Skin in the game is important but I don't define it by how much money the sponsor has invested in the deal.  Real skin in the game is how deeply the sponsor's livelihood depends on their reputation.  As you said, Don, "taking the very long term view".  As a syndication sponsor myself I know that I value my reputation more than I value "doing deals" or even earning fees.  It's taken me three decades to build up a reputation that I can destroy in a second--that's real alignment.

Another important thing to look for (but also hard to quantify reliably) is the sponsor's financial strength.  Are they sound enough to stay in business if they buy absolutely nothing for five years?  This is the problem with moonlighting syndication sponsors who are living fee-to-fee: if they don't transact, they become strained.  If they are strained, they have to look for income elsewhere.  When times get tough this often means abandoning their investors and going back to a W-2 somewhere.  

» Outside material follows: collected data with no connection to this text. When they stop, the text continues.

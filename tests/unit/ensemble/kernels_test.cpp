// SPDX-License-Identifier: GPL-2.0-or-later
#include "ensemble/kernels.h"

#include <array>
#include <catch2/catch.hpp>
#include <cmath>
#include <map>
#include <utility>
#include <vector>

#include "deviascope/core/error.h"

using namespace deviascope;

namespace {

Stream stream_of(std::uint64_t draw) {
    return {20260817, Purpose::test, draw, 0, 0};
}

}  // namespace

TEST_CASE("stretch factors follow g(z) ~ z^-1/2 on 1/2 to 2", "[ensemble]") {
    // Goodman & Weare 2010, CAMCoS 5, 65: quantiles and moments from the closed forms
    // z(u) = ((a-1) u + 1)^2 / a, E z = (a + 1 + 1/a) / 3; E ln z integrated with mpmath.
    CHECK(stretch_factor(0.0) == 0.5);
    CHECK(stretch_factor(0.1) == Approx(0.605).epsilon(1e-15));
    CHECK(stretch_factor(0.25) == 0.78125);
    CHECK(stretch_factor(0.5) == 1.125);
    CHECK(stretch_factor(0.75) == 1.53125);
    CHECK(stretch_factor(0.9) == Approx(1.805).epsilon(1e-15));
    CHECK(stretch_factor(1.0) == 2.0);
    constexpr int n = 100000;
    double mean = 0.0, mean_of_square = 0.0, mean_of_log = 0.0;
    for (int cell = 0; cell < n; ++cell) {
        const double z = stretch_factor((cell + 0.5) / n);
        mean += z / n;
        mean_of_square += z * z / n;
        mean_of_log += std::log(z) / n;
    }
    CHECK(mean == Approx(7.0 / 6.0).epsilon(1e-9));
    CHECK(mean_of_square == Approx(1.55).epsilon(1e-9));
    CHECK(mean_of_log == Approx(0.079441541680).epsilon(1e-8));
}

TEST_CASE("a stretch move lies on the line through its partner", "[ensemble]") {
    const std::vector<double> others = {0.0, 0.0, 0.0, 10.0, 10.0, 10.0};
    const Partners partners{others.data(), 2, 3};
    const double x[] = {1.0, 2.0, 4.0};
    const KernelMix mix({1.0, 0.0, 0.0}, false);
    std::map<double, int> chosen;
    for (std::uint64_t draw = 0; draw < 2000; ++draw) {
        double y[3];
        Stream stream = stream_of(draw);
        const Proposal proposal = propose(mix, x, partners, nullptr, stream, y);
        REQUIRE(proposal.kernel == Kernel::stretch);
        const double z = std::exp(proposal.log_factor / 2.0);  // (n - 1) ln z
        REQUIRE(z >= 0.5 - 1e-12);
        REQUIRE(z <= 2.0 + 1e-12);
        // y = p + z (x - p), so p = (y - z x) / (1 - z).
        const double from = std::round((y[0] - z * x[0]) / (1.0 - z));
        ++chosen[from];
        for (const std::size_t axis : {0U, 1U, 2U})
            REQUIRE(y[axis] == Approx(from + z * (x[axis] - from)).margin(1e-12));
    }
    // Two partners, chosen alike: 1000 +- 22 each.
    CHECK(chosen.size() == 2);
    CHECK(std::abs(chosen[0.0] - 1000) < 100);
}

TEST_CASE("differential evolution adds a jittered difference of two unlike partners",
          "[ensemble]") {
    // Partners at (j, 3^j): the slope of a difference tells which two were chosen.
    std::vector<double> others;
    for (int walker = 0; walker < 6; ++walker) {
        others.push_back(walker);
        others.push_back(std::pow(3.0, walker));
    }
    const Partners partners{others.data(), 6, 2};
    const KernelMix mix({0.0, 1.0, 0.0}, false);
    const double base = 2.38 / std::sqrt(4.0);  // ter Braak 2006, n = 2
    const double x[] = {0.0, 0.0};
    std::map<std::pair<int, int>, int> pairs;
    int n_jumps = 0;
    constexpr int n_draws = 6000;
    for (std::uint64_t draw = 0; draw < n_draws; ++draw) {
        double y[2];
        Stream stream = stream_of(draw);
        const Proposal proposal = propose(mix, x, partners, nullptr, stream, y);
        REQUIRE(proposal.kernel == Kernel::differential_evolution);
        REQUIRE(proposal.log_factor == 0.0);
        int found = 0;
        for (int j = 0; j < 6; ++j)
            for (int k = 0; k < 6; ++k) {
                const double slope = (std::pow(3.0, j) - std::pow(3.0, k)) / (j - k);
                if (j == k || std::abs(y[1] / y[0] - slope) > 1e-9 * slope) continue;
                const double g = y[0] / (j - k);
                if (g < 0.0) continue;  // the same two, the other way round
                const bool is_jump = std::abs(g - 1.0) < 0.06;
                REQUIRE((is_jump || std::abs(g - base) < 0.06 * base));
                ++found;
                ++pairs[{j, k}];
                n_jumps += is_jump ? 1 : 0;
            }
        REQUIRE(found == 1);
    }
    CHECK(pairs.size() == 30);
    for (const auto& [pair, count] : pairs) CHECK(std::abs(count - 200) < 75);  // sd 14
    CHECK(std::abs(n_jumps - n_draws / 10) < 120);                              // sd 23
}

TEST_CASE("kernels are drawn with their fractions and never against them", "[ensemble]") {
    const KernelMix mix({0.4, 0.6, 0.0}, false);
    CHECK(mix.at(0.0) == Kernel::stretch);
    CHECK(mix.at(std::nextafter(0.4, 0.0)) == Kernel::stretch);
    CHECK(mix.at(0.4) == Kernel::differential_evolution);
    CHECK(mix.at(std::nextafter(1.0, 0.0)) == Kernel::differential_evolution);
    CHECK(KernelMix({1.0, 0.0, 0.0}, false).at(std::nextafter(1.0, 0.0)) == Kernel::stretch);
    CHECK(KernelMix({0.0, 1.0, 0.0}, false).at(0.0) == Kernel::differential_evolution);
    CHECK(KernelMix({0.2, 0.3, 0.5}, true).at(0.7) == Kernel::independence);
}

TEST_CASE("without an approximation the other kernels share the independence kernel's moves",
          "[ensemble]") {
    const KernelMix mix({0.2, 0.3, 0.5}, false);
    CHECK(mix.at(0.399) == Kernel::stretch);
    CHECK(mix.at(0.401) == Kernel::differential_evolution);
    CHECK(mix.at(0.999) == Kernel::differential_evolution);
    CHECK_THROWS_AS(KernelMix({0.0, 0.0, 1.0}, false), UsageError);
}

TEST_CASE("numbers of a move are drawn in the written order", "[ensemble]") {
    // kernel, partners, numbers of the kernel; acceptance is the next number of the stream.
    const std::vector<double> others = {1.0, 2.0, 3.0, 4.0};
    const Partners partners{others.data(), 4, 1};
    const double x = 10.0;
    for (std::uint64_t draw = 0; draw < 50; ++draw) {
        double y = 0.0;
        Stream stream = stream_of(draw);
        const Proposal proposal =
            propose(KernelMix({0.5, 0.5, 0.0}, false), &x, partners, nullptr, stream, &y);
        Stream again = stream_of(draw);
        const bool is_stretch = uniform(again) < 0.5;
        CHECK((proposal.kernel == Kernel::stretch) == is_stretch);
        const auto j = static_cast<std::size_t>(4.0 * uniform(again));
        if (is_stretch) {
            const double z = stretch_factor(uniform(again));
            CHECK(y == others[j] + z * (x - others[j]));
        } else {
            auto k = static_cast<std::size_t>(3.0 * uniform(again));
            k += k >= j ? 1 : 0;
            const double base = uniform(again) < 0.1 ? 1.0 : 2.38 / std::sqrt(2.0);
            const double jitter = 1.0 + 0.01 * normal(again);
            CHECK(y == x + base * jitter * (others[j] - others[k]));
        }
        CHECK(uniform(stream) == uniform(again));
    }
}
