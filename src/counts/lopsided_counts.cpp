// SPDX-License-Identifier: GPL-2.0-or-later
#include "counts/lopsided_counts.h"

#include <fmt/format.h>

#include <cmath>
#include <numeric>

namespace deviascope {

namespace {

constexpr double least_ratio = 1.3;
constexpr double least_significance = 10.0;

/// How a bin's sources are spread over two hemispheres.
struct Halves {
    Direction towards = Direction::UnitZ();
    double ratio = 1.0;  ///< sources per exposure there over those on the other side
    double significance = 0.0;
};

Halves halves_of(const BinCounts& bin, const Footprint& footprint, const Pixelisation& grid) {
    const auto n = static_cast<double>(bin.total());
    const double exposed =
        std::accumulate(footprint.exposure.begin(), footprint.exposure.end(), 0.0);
    Eigen::Vector3d excess = Eigen::Vector3d::Zero();
    for (std::size_t p = 0; p < bin.count.size(); ++p)
        excess += (bin.count[p] - n * footprint.exposure[p] / exposed) *
                  grid.centre(footprint.pixel[p]);
    Halves halves;
    if (n == 0.0 || excess.isZero(0.0)) return halves;
    halves.towards = excess.normalized();
    double n_there = 0.0, exposed_there = 0.0;
    for (std::size_t p = 0; p < bin.count.size(); ++p) {
        if (grid.centre(footprint.pixel[p]).dot(halves.towards) <= 0.0) continue;
        n_there += bin.count[p];
        exposed_there += footprint.exposure[p];
    }
    const double share = exposed_there / exposed;
    if (share <= 0.0 || share >= 1.0) return halves;
    halves.ratio = n_there / share / ((n - n_there) / (1.0 - share));
    halves.significance = (n_there - n * share) / std::sqrt(n * share * (1.0 - share));
    return halves;
}

/// Rounded, without a minus sign at zero.
double whole(double degrees) {
    return std::round(degrees) + 0.0;
}

std::string sentence(const BinCounts& bin, const Halves& halves, Frame frame) {
    const LonLat towards = lon_lat_of(halves.towards);
    const std::string amount =
        std::isfinite(halves.ratio)
            ? fmt::format("{:.3g} times as many sources for its exposure as the other",
                          halves.ratio)
            : std::string("all the sources, although the other is exposed");
    return fmt::format(
        "bin {}: the hemisphere about lon {:.0f}, lat {:.0f} deg ({}) holds {}: no dipole does "
        "this; check the frame and unit of the positions, the exclusions and the exposure",
        bin.name,
        whole(towards.lon_deg),
        whole(towards.lat_deg),
        name_of(frame),
        amount);
}

}  // namespace

std::optional<std::string> warning_of_lopsided_counts(const SurveyCounts& survey,
                                                      const Pixelisation& grid,
                                                      Frame frame) {
    Halves worst;
    const BinCounts* of = nullptr;
    for (const BinCounts& bin : survey.bins) {
        const Halves halves = halves_of(bin, survey.footprints[bin.footprint], grid);
        if (halves.significance < least_significance || halves.ratio < least_ratio) continue;
        if (of != nullptr && halves.ratio <= worst.ratio) continue;
        worst = halves;
        of = &bin;
    }
    if (of == nullptr) return {};
    return sentence(*of, worst, frame);
}

}  // namespace deviascope
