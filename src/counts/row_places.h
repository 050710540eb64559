// SPDX-License-Identifier: GPL-2.0-or-later
// COUNTS (private): where the rows of a catalogue are, and what the sky removes of them
#pragma once

#include <Eigen/Core>
#include <cstdint>
#include <vector>

#include "counts/row_selection.h"
#include "counts/sky_cuts.h"

namespace deviascope {

/// What rows are judged by.
struct Selection {
    const SurveyInput& input;
    const RowSelection& rows;
    const SkyCuts& sky;
    const Pixelisation& grid;
    Frame frame;
};

/// Places of the rows of one chunk after another.
class RowPlaces {
  public:
    explicit RowPlaces(const Selection& selection);

    void locate(const TableChunk& chunk);

    /// Whether a position is missing or out of range: lon -180 … 360, lat -90 … 90 degrees.
    bool is_bad(std::size_t row) const { return is_bad_[row] != 0; }
    /// Whether the survey's exposure is 0 at the position itself.
    bool is_hole(std::size_t row) const { return is_hole_[row] != 0; }
    /// In the job's frame; arbitrary where the position is bad.
    const Direction& direction(std::size_t row) const { return direction_[row]; }
    std::int64_t pixel(std::size_t row) const { return pixel_[row]; }
    /// What the sky removes it by (SkyCuts::removed_by).
    std::int32_t sky_cut(std::size_t row) const {
        return selection_.sky.removed_by(pixel_[row]);
    }

  private:
    const Selection selection_;
    const Eigen::Matrix3d to_job_;
    std::vector<Direction> direction_;
    std::vector<std::int64_t> pixel_;
    std::vector<char> is_bad_;
    std::vector<char> is_hole_;
};

}  // namespace deviascope
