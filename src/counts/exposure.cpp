// SPDX-License-Identifier: GPL-2.0-or-later
#include "counts/exposure.h"

#include <fmt/format.h>

#include <algorithm>
#include <cmath>
#include <utility>

#include "counts/map_frame.h"
#include "deviascope/core/error.h"

namespace deviascope {

namespace {

/// Absent becomes 0; what is no exposure is refused.
std::vector<double> checked(const std::filesystem::path& path, std::vector<double> value) {
    for (std::size_t pixel = 0; pixel < value.size(); ++pixel) {
        if (std::isnan(value[pixel])) value[pixel] = 0.0;
        if (value[pixel] >= 0.0 && value[pixel] <= 1.0) continue;
        throw InputError({fmt::format("{}: pixel {} (RING)", path.string(), pixel),
                          fmt::format("the exposure is {}", value[pixel]),
                          "0 … 1",
                          "divide the map by its largest value, or correct it"});
    }
    return value;
}

/// Mean over the sub-pixels of one pixel, in NESTED order.
double mean_exposure(const ExposureProduct& maps,
                     const std::vector<std::int64_t>& cells,
                     const Pixelisation& fine) {
    double sum = 0.0;
    for (const std::int64_t cell : cells) {
        double product = 1.0;
        for (const ExposureMap* map : maps) product *= map->in_cell(cell, fine);
        sum += product;
    }
    return sum / static_cast<double>(cells.size());
}

/// nside of the sub-pixels over which the product of the maps is averaged.
int nside_of_sub_pixels(const ExposureProduct& maps, const Pixelisation& grid) {
    int nside = grid.nside();
    for (const ExposureMap* map : maps)
        nside = std::max(nside, map->is_in_job_frame() ? map->nside() : 4 * grid.nside());
    return nside;
}

}  // namespace

ExposureMap::ExposureMap(const std::filesystem::path& path,
                         std::optional<Frame> map_frame,
                         Frame job_frame)
    : path_(path), cells_(1) {
    HealpixMap map = read_healpix_map(path);
    const Frame frame = frame_of_map(path, map, map_frame);
    in_job_frame_ = frame == job_frame;
    to_map_ = rotation(job_frame, frame);
    cells_ = Pixelisation(map.nside);
    value_ = checked(path, std::move(map.value));
}

double ExposureMap::at(const Direction& direction) const {
    const Direction in_map = in_job_frame_ ? direction : Direction(to_map_ * direction);
    return value_[static_cast<std::size_t>(cells_.pixel_at(in_map))];
}

void ExposureMap::mark_zero(std::span<const Direction> directions, std::span<char> zero) const {
    std::vector<Direction> in_map(directions.begin(), directions.end());
    if (!in_job_frame_)
        for (Direction& direction : in_map) direction = to_map_ * direction;
    std::vector<std::int64_t> cell(in_map.size());
    cells_.pixels_at(in_map, cell);
    for (std::size_t i = 0; i < cell.size(); ++i)
        if (value_[static_cast<std::size_t>(cell[i])] == 0.0) zero[i] = 1;
}

double ExposureMap::in_cell(std::int64_t cell, const Pixelisation& cells) const {
    if (!in_job_frame_) return at(cells.centre(cell));
    const std::int64_t own = cells.nside() == nside() ? cell : cells.parent(cell, cells_);
    return value_[static_cast<std::size_t>(own)];
}

std::vector<double> exposure_on_grid(const ExposureProduct& maps, const Pixelisation& grid) {
    std::vector<double> exposure(static_cast<std::size_t>(grid.n_pixels()), 1.0);
    if (maps.empty()) return exposure;
    const Pixelisation fine(nside_of_sub_pixels(maps, grid));
    for (std::size_t pixel = 0; pixel < exposure.size(); ++pixel) {
        const auto number = static_cast<std::int64_t>(pixel);
        const std::vector<std::int64_t> cells = fine.nside() == grid.nside()
                                                    ? std::vector<std::int64_t>{number}
                                                    : grid.children(number, fine);
        exposure[pixel] = mean_exposure(maps, cells, fine);
    }
    return exposure;
}

bool has_structure_inside_pixels(const ExposureProduct& maps, const Pixelisation& grid) {
    return std::ranges::any_of(maps, [&](const ExposureMap* map) {
        return !map->is_in_job_frame() || map->nside() > grid.nside();
    });
}

void find_unexposed(const ExposureProduct& maps,
                    std::span<const Direction> directions,
                    std::span<char> unexposed) {
    std::ranges::fill(unexposed, char{0});
    for (const ExposureMap* map : maps) map->mark_zero(directions, unexposed);
}

}  // namespace deviascope
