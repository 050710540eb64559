// SPDX-License-Identifier: GPL-2.0-or-later
#include "counts/exposure.h"

#include <fmt/format.h>

#include <algorithm>
#include <bit>
#include <cmath>
#include <utility>

#include "counts/map_frame.h"
#include "deviascope/core/error.h"

namespace deviascope {

namespace {

/// Absent becomes 0; what is no exposure is refused.
std::vector<double> checked(const std::filesystem::path& path, std::vector<double> value) {
    for (std::size_t pixel = 0; pixel < value.size(); ++pixel) {
        if (std::isnan(value[pixel])) value[pixel] = 0.0;
        if (value[pixel] >= 0.0 && value[pixel] <= 1.0) continue;
        throw InputError({fmt::format("{}: pixel {} (RING)", path.string(), pixel),
                          fmt::format("the exposure is {}", value[pixel]),
                          "0 … 1",
                          "divide the map by its largest value, or correct it"});
    }
    return value;
}

/// Mean over the sub-pixels of one pixel, in NESTED order.
double mean_exposure(const ExposureProduct& maps,
                     const std::vector<std::int64_t>& cells,
                     const Pixelisation& fine) {
    double sum = 0.0;
    for (const std::int64_t cell : cells) {
        double product = 1.0;
        for (const ExposureMap* map : maps) product *= map->in_cell(cell, fine);
        sum += product;
    }
    return sum / static_cast<double>(cells.size());
}

/// nside of the sub-pixels over which the product of the maps is averaged.
int nside_of_sub_pixels(const ExposureProduct& maps, const Pixelisation& grid) {
    int nside = grid.nside();
    for (const ExposureMap* map : maps)
        nside = std::max(nside, map->is_in_job_frame() ? map->nside() : 4 * grid.nside());
    return nside;
}

}  // namespace

ExposureMap::ExposureMap(const std::filesystem::path& path,
                         std::optional<Frame> map_frame,
                         Frame job_frame)
    : path_(path), cells_(1) {
    std::optional<MocFile> moc;
    HealpixMap map;
    if (is_moc(path)) {
        moc = read_moc(path);
        if (!moc->frame && !map_frame) moc->frame = Frame::icrs;
    } else {
        map = read_healpix_map(path);
    }
    const Frame frame = frame_of_map(path, moc ? moc->frame : map.frame, map_frame);
    in_job_frame_ = frame == job_frame;
    to_map_ = rotation(job_frame, frame);
    moc ? take_region(*moc) : take_map(std::move(map));
}

void ExposureMap::take_region(const MocFile& file) {
    constexpr int largest_order = 10;
    region_ = file.region;
    order_ = region_->order();
    cells_ = Pixelisation(1 << std::min(order_, largest_order));
}

void ExposureMap::take_map(HealpixMap map) {
    cells_ = Pixelisation(map.nside);
    order_ = std::countr_zero(static_cast<unsigned>(map.nside));
    value_ = checked(path_, std::move(map.value));
}

bool ExposureMap::is_finer_than(const Pixelisation& grid) const {
    return !in_job_frame_ || order_ > std::countr_zero(static_cast<unsigned>(grid.nside()));
}

Direction ExposureMap::in_map(const Direction& direction) const {
    return in_job_frame_ ? direction : Direction(to_map_ * direction);
}

double ExposureMap::at(const Direction& direction) const {
    if (region_) return region_->contains(in_map(direction)) ? 1.0 : 0.0;
    return value_[static_cast<std::size_t>(cells_.pixel_at(in_map(direction)))];
}

void ExposureMap::mark_zero(std::span<const Direction> directions, std::span<char> zero) const {
    if (region_) {
        for (std::size_t i = 0; i < directions.size(); ++i)
            if (!region_->contains(in_map(directions[i]))) zero[i] = 1;
        return;
    }
    std::vector<Direction> rotated(directions.begin(), directions.end());
    if (!in_job_frame_)
        for (Direction& direction : rotated) direction = to_map_ * direction;
    std::vector<std::int64_t> cell(rotated.size());
    cells_.pixels_at(rotated, cell);
    for (std::size_t i = 0; i < cell.size(); ++i)
        if (value_[static_cast<std::size_t>(cell[i])] == 0.0) zero[i] = 1;
}

double ExposureMap::in_cell(std::int64_t cell, const Pixelisation& cells) const {
    if (!in_job_frame_) return at(cells.centre(cell));
    if (region_)
        return region_->share_of(cells.nested_of_ring(cell),
                                 std::countr_zero(static_cast<unsigned>(cells.nside())));
    const std::int64_t own = cells.nside() == nside() ? cell : cells.parent(cell, cells_);
    return value_[static_cast<std::size_t>(own)];
}

std::vector<double> exposure_on_grid(const ExposureProduct& maps, const Pixelisation& grid) {
    std::vector<double> exposure(static_cast<std::size_t>(grid.n_pixels()), 1.0);
    if (maps.empty()) return exposure;
    const Pixelisation fine(nside_of_sub_pixels(maps, grid));
    for (std::size_t pixel = 0; pixel < exposure.size(); ++pixel) {
        const auto number = static_cast<std::int64_t>(pixel);
        const std::vector<std::int64_t> cells = fine.nside() == grid.nside()
                                                    ? std::vector<std::int64_t>{number}
                                                    : grid.children(number, fine);
        exposure[pixel] = mean_exposure(maps, cells, fine);
    }
    return exposure;
}

bool has_structure_inside_pixels(const ExposureProduct& maps, const Pixelisation& grid) {
    return std::ranges::any_of(
        maps, [&](const ExposureMap* map) { return map->is_finer_than(grid); });
}

void find_unexposed(const ExposureProduct& maps,
                    std::span<const Direction> directions,
                    std::span<char> unexposed) {
    std::ranges::fill(unexposed, char{0});
    for (const ExposureMap* map : maps) map->mark_zero(directions, unexposed);
}

}  // namespace deviascope
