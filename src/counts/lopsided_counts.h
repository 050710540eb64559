// SPDX-License-Identifier: GPL-2.0-or-later
// COUNTS (private): counts that no dipole makes
#pragma once

#include <optional>
#include <string>

#include "deviascope/counts/count_map.h"

namespace deviascope {

/// A sentence about the bin whose sources are most unevenly spread over two hemispheres, per
/// exposure; empty where none is worth it: where one hemisphere has less than 1.3 times the
/// sources of the other (an amplitude of 0.26), or the excess is below ten standard deviations.
/// The hemispheres are those about the vector sum of the excess counts.
std::optional<std::string> warning_of_lopsided_counts(const SurveyCounts& survey,
                                                      const Pixelisation& grid,
                                                      Frame frame);

}  // namespace deviascope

Invest with sponsors who have been around the block, have a reputation to protect, a track record and experience.  Any other sponsor profile is gambling, not investing--which is fine if that is your intent, but see it for what it is and keep your exposure small enough to not injure you if you bet on black and the bead stops on red.

So why do "some" syndications fail?  1. Market failure (adverse market conditions).  2.  Structural failure (bad financing, improper capital stack, paid too much for acquisition).  3. Sponsor failure (lack of experience/skill, partnership breakup, bad management, crime/fraud).  Most often a market failure exposes an underlying sponsor and/or structural failure and that results in disaster.  Strong bull markets conceal sponsor and structural failures really well and allow a lot of these deals to exit and make the sponsor look brilliant when really they were lucky.  Invest with good sponsors using a good structure, and you can survive a market failure.